Here the canopy is relatively continuous within groves (in other words very few canopy gaps) with the exception of a couple areas. This is a LiDAR color height map along Bull Creek in the Tall Tree area (Tall Tree / Rockefeller Redwood is in upper right). The area shown covers about 500m x 500m. Yellow is over 80 meters, orange over 90 meters, and red over 100 meters. Here you can see yellows and oranges dominate, with most tree heights in the 275-300-foot range. Then here and there are taller trees, which tend to clump together.
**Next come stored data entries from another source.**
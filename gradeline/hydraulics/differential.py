"""Gauges between two taps: the difference of piezometric heads, upstream less downstream, from one reading.

The lines from the taps to the gauge are full of one fluid of density ρ_l. Loops in them go up as far as they go down
and cancel; the taps' own elevations stay where that fluid's density is not the flowing one's:
h₁ − h₂ = … + (1 − ρ_l/ρ)(z₁ − z₂). Plain arithmetic without comparisons, as in `gradeline.hydraulics.manometry`.
"""

from __future__ import annotations

import math
from typing import Any

import numpy as np
import numpy.typing as npt

from gradeline.hydraulics.capillarity import capillary_rise

__all__ = ["differential_pressure_difference", "inverted_u_tube_difference", "u_tube_difference"]

Array = npt.NDArray[Any]


def u_tube_difference(
    reading: npt.ArrayLike,
    *,
    tap_elevation: npt.ArrayLike,
    tap_2_elevation: npt.ArrayLike,
    density: npt.ArrayLike,
    line_density: npt.ArrayLike,
    gauge_density: npt.ArrayLike,
    gravity: npt.ArrayLike,
    inclination: npt.ArrayLike = math.pi / 2,
    area_ratio: npt.ArrayLike = 0.0,
    left_bore: npt.ArrayLike | None = None,
    right_bore: npt.ArrayLike | None = None,
    surface_tension: npt.ArrayLike = 0.0,
    contact_angle: npt.ArrayLike = 0.0,
) -> Array:
    """Return the difference of heads from a u-tube of a heavier gauge fluid, its left limb joined upstream.

    Parameters
    ----------
    reading : array_like
        Deflection along the scale, right less left limb, m; of a well-type gauge the rise in its one limb.
    tap_elevation, tap_2_elevation : array_like
        Elevation of the upstream and of the downstream tap above datum, m.
    density : array_like
        Density of the flowing fluid, kg/m³, above 0.
    line_density : array_like
        Density of the fluid in the connecting lines, kg/m³.
    gauge_density : array_like
        Density of the gauge fluid, kg/m³, above that in the lines.
    gravity : array_like
        Local gravity, m/s²; used for the capillary rise only.
    inclination : array_like
        Inclination of the limbs from the horizontal, rad; π/2 is upright.
    area_ratio : array_like
        Cross-section of the limb over that of the well, dimensionless; 0 for two limbs that are both read.
    left_bore, right_bore : array_like or None
        Bores of the limbs, m, for their capillary rise; None where they are equal or the rise is negligible.
    surface_tension : array_like
        Between gauge fluid and line fluid, N/m.
    contact_angle : array_like
        In the gauge fluid, rad; beyond π/2 for mercury.

    Returns
    -------
    ndarray
        h₁ − h₂, m of flowing fluid: ((ρ_g − ρ_l)/ρ) Δ + (1 − ρ_l/ρ)(z₁ − z₂) with Δ = R (sin θ + a/A) less what the
        right limb's capillary rise exceeds the left one's.

    References
    ----------
    Hydrostatics along the chain tap, line, gauge fluid, line, tap. The well falls by R a/A while the limb fills by R:
    volume kept. Capillary rise by Jurin with the difference of the two densities.

    Examples
    --------
    Mercury under water, 32.7 cm: 40.4 kPa (Geankoplis, Transport Processes and Unit Operations, Ex. 2.2-4).

    >>> head = u_tube_difference(0.327, tap_elevation=0.0, tap_2_elevation=0.0, density=1000.0, line_density=1000.0,
    ...                          gauge_density=13600.0, gravity=9.80665)
    >>> print(f"{head * 1000.0 * 9.80665:.0f} Pa")
    40405 Pa
    """
    rho, line, heavy = np.asarray(density), np.asarray(line_density), np.asarray(gauge_density)
    rise = np.asarray(reading) * (np.sin(np.asarray(inclination)) + np.asarray(area_ratio))
    rise = rise - _capillary_excess(
        right_bore, left_bore, heavy - line, gravity, surface_tension, contact_angle
    )
    head: Array = (heavy - line) / rho * rise + _lines(tap_elevation, tap_2_elevation, rho, line)
    return head


def inverted_u_tube_difference(
    reading: npt.ArrayLike,
    *,
    tap_elevation: npt.ArrayLike,
    tap_2_elevation: npt.ArrayLike,
    density: npt.ArrayLike,
    line_density: npt.ArrayLike,
    gauge_density: npt.ArrayLike,
    gravity: npt.ArrayLike,
    inclination: npt.ArrayLike = math.pi / 2,
    left_bore: npt.ArrayLike | None = None,
    right_bore: npt.ArrayLike | None = None,
    surface_tension: npt.ArrayLike = 0.0728,
    contact_angle: npt.ArrayLike = 0.0,
) -> Array:
    """Return the difference of heads from an inverted u-tube with a gas or a lighter liquid above.

    Parameters
    ----------
    reading : array_like
        Deflection along the scale, left less right limb, m; the left limb is joined to the upstream tap.
    tap_elevation, tap_2_elevation : array_like
        Elevation of the upstream and of the downstream tap above datum, m.
    density : array_like
        Density of the flowing fluid, kg/m³, above 0.
    line_density : array_like
        Density of the fluid in lines and limbs, kg/m³.
    gauge_density : array_like
        Density of the gas or liquid above, kg/m³, below that in the lines.
    gravity : array_like
        Local gravity, m/s²; used for the capillary rise only.
    inclination : array_like
        Inclination of the limbs from the horizontal, rad; π/2 is upright.
    left_bore, right_bore : array_like or None
        Bores of the limbs, m, for their capillary rise; None where they are equal or the rise is negligible.
    surface_tension : array_like
        Between the two fluids, N/m; the default is water and air at 20 °C.
    contact_angle : array_like
        In the line fluid, rad; 0 for water on clean glass.

    Returns
    -------
    ndarray
        h₁ − h₂, m of flowing fluid: ((ρ_l − ρ_g)/ρ) Δ + (1 − ρ_l/ρ)(z₁ − z₂).

    References
    ----------
    Hydrostatics, as `u_tube_difference`; the sign is the other way round, since the lighter fluid lies above.

    Examples
    --------
    >>> head = inverted_u_tube_difference(0.3, tap_elevation=0.0, tap_2_elevation=0.0, density=1000.0,
    ...                                   line_density=1000.0, gauge_density=800.0, gravity=9.81)
    >>> print(f"{head:.3f}")
    0.060
    """
    rho, line, light = np.asarray(density), np.asarray(line_density), np.asarray(gauge_density)
    rise = np.asarray(reading) * np.sin(np.asarray(inclination))
    rise = rise - _capillary_excess(
        left_bore, right_bore, line - light, gravity, surface_tension, contact_angle
    )
    head: Array = (line - light) / rho * rise + _lines(tap_elevation, tap_2_elevation, rho, line)
    return head


def differential_pressure_difference(
    reading: npt.ArrayLike,
    *,
    tap_elevation: npt.ArrayLike,
    tap_2_elevation: npt.ArrayLike,
    density: npt.ArrayLike,
    line_density: npt.ArrayLike,
    gravity: npt.ArrayLike,
    zero_reading: npt.ArrayLike = 0.0,
) -> Array:
    """Return the difference of heads from a differential pressure between two taps.

    Parameters
    ----------
    reading : array_like
        Pressure of the upstream side less that of the downstream side at the transducer, Pa.
    tap_elevation, tap_2_elevation : array_like
        Elevation of the upstream and of the downstream tap above datum, m.
    density : array_like
        Density of the flowing fluid, kg/m³, above 0.
    line_density : array_like
        Density of the fluid in the connecting lines, kg/m³.
    gravity : array_like
        Local gravity, m/s², above 0.
    zero_reading : array_like
        What it shows with both sides joined, Pa.

    Returns
    -------
    ndarray
        h₁ − h₂, m of flowing fluid: Δp/(ρ g) + (1 − ρ_l/ρ)(z₁ − z₂). The transducer's own elevation cancels.

    References
    ----------
    Hydrostatics of the two connecting lines.

    Examples
    --------
    >>> head = differential_pressure_difference(9806.65, tap_elevation=1.0, tap_2_elevation=0.0, density=1000.0,
    ...                                         line_density=1000.0, gravity=9.80665)
    >>> print(f"{head:.4f}")
    1.0000
    """
    rho, line = np.asarray(density), np.asarray(line_density)
    pressure = np.asarray(reading) - np.asarray(zero_reading)
    head: Array = pressure / (rho * np.asarray(gravity)) + _lines(tap_elevation, tap_2_elevation, rho, line)
    return head


def _lines(upper: npt.ArrayLike, lower: npt.ArrayLike, density: Array, line_density: Array) -> Array:
    """What lines of another density add, m."""
    part: Array = (1.0 - line_density / density) * (np.asarray(upper) - np.asarray(lower))
    return part


def _capillary_excess(
    rising: npt.ArrayLike | None,
    falling: npt.ArrayLike | None,
    difference: Array,
    gravity: npt.ArrayLike,
    surface_tension: npt.ArrayLike,
    contact_angle: npt.ArrayLike,
) -> Array:
    """How much too large capillarity makes the deflection, m: nothing for bores that are equal or not given."""
    if rising is None or falling is None:
        return np.zeros(())
    one, other = (
        capillary_rise(
            bore=bore,
            density=difference,
            gravity=gravity,
            surface_tension=surface_tension,
            contact_angle=contact_angle,
        )
        for bore in (rising, falling)
    )
    return np.asarray(one - other)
This same pattern is repeated over and over in these groves, resulting in this aggregate canopy height distribution map:
To highlight what is shown, this is the percent of the canopy over given heights:
Over 280 feet 51%
Over 300 feet 35%
Over 320 feet 16%
Over 330 feet 8.5%
Over 340 feet 3.5%
Over 350 feet 1.1%
Over 360 feet 0.2%
Over 370 feet 0.01%
A top five percent tree is 340 feet tall.
Then the second area assessed is a drainage well north of Humboldt Redwoods State Park. Here the canopy is emergent, there are large gaps with lower heights but certainly many areas with tall redwoods, typically following slopes along and above creeks, which provide good soil and some wind protection. This is a LiDAR color height map of a portion of the valley, covering about a 500m x 500m area. Yellow is over 80 meters, orange over 90 meters, and red over 100 meters. Here you can see yellows and oranges in groups separated by lower canopy, with most tree heights in the 250-260-foot range. Then here and there are taller trees. The tall trees are less dense, more spread out, versus Humboldt Redwoods State Park.
A dozen similar areas were then aggregated to create this height distribution chart:
To highlight what is shown, here is the percent of canopy above certain heights:
Over 260 feet 54%
Over 280 feet 25%
Over 300 feet 7%
Over 310 feet 3%
Over 320 feet 1.2%
Over 330 feet 0.3%
Over 340 feet .07%
Over 350 feet .03%
A top five percent tree is 310 feet tall.
Putting HRSP and the northern redwood park area together in a graph of ten-foot height intervals above median height, it is evident both follow a similar distribution up to the tallest trees. This is likely true when reviewing other old growth redwood areas.
Finally this is a chart showing the canopy cross section in the three tallest 100m x 100m (hectares) in Humboldt Redwoods State Park. As noted earlier, the tallest trees tend to grow adjacently and are twenty to thirty feet above the average height in the local (one hectare) area.
Redwoods became rare coming out of the latest ice age, then old growth redwoods became much, much rarer after commercial harvest. Then within remaining old growth areas, the tree heights follow a truncated normal distribution, with decreasing numbers of trees for each ten foot increment above the local median. Then the tallest trees, those over 340 feet, are very uncommon and tend to clump together in very specific areas having the most optimal growing conditions.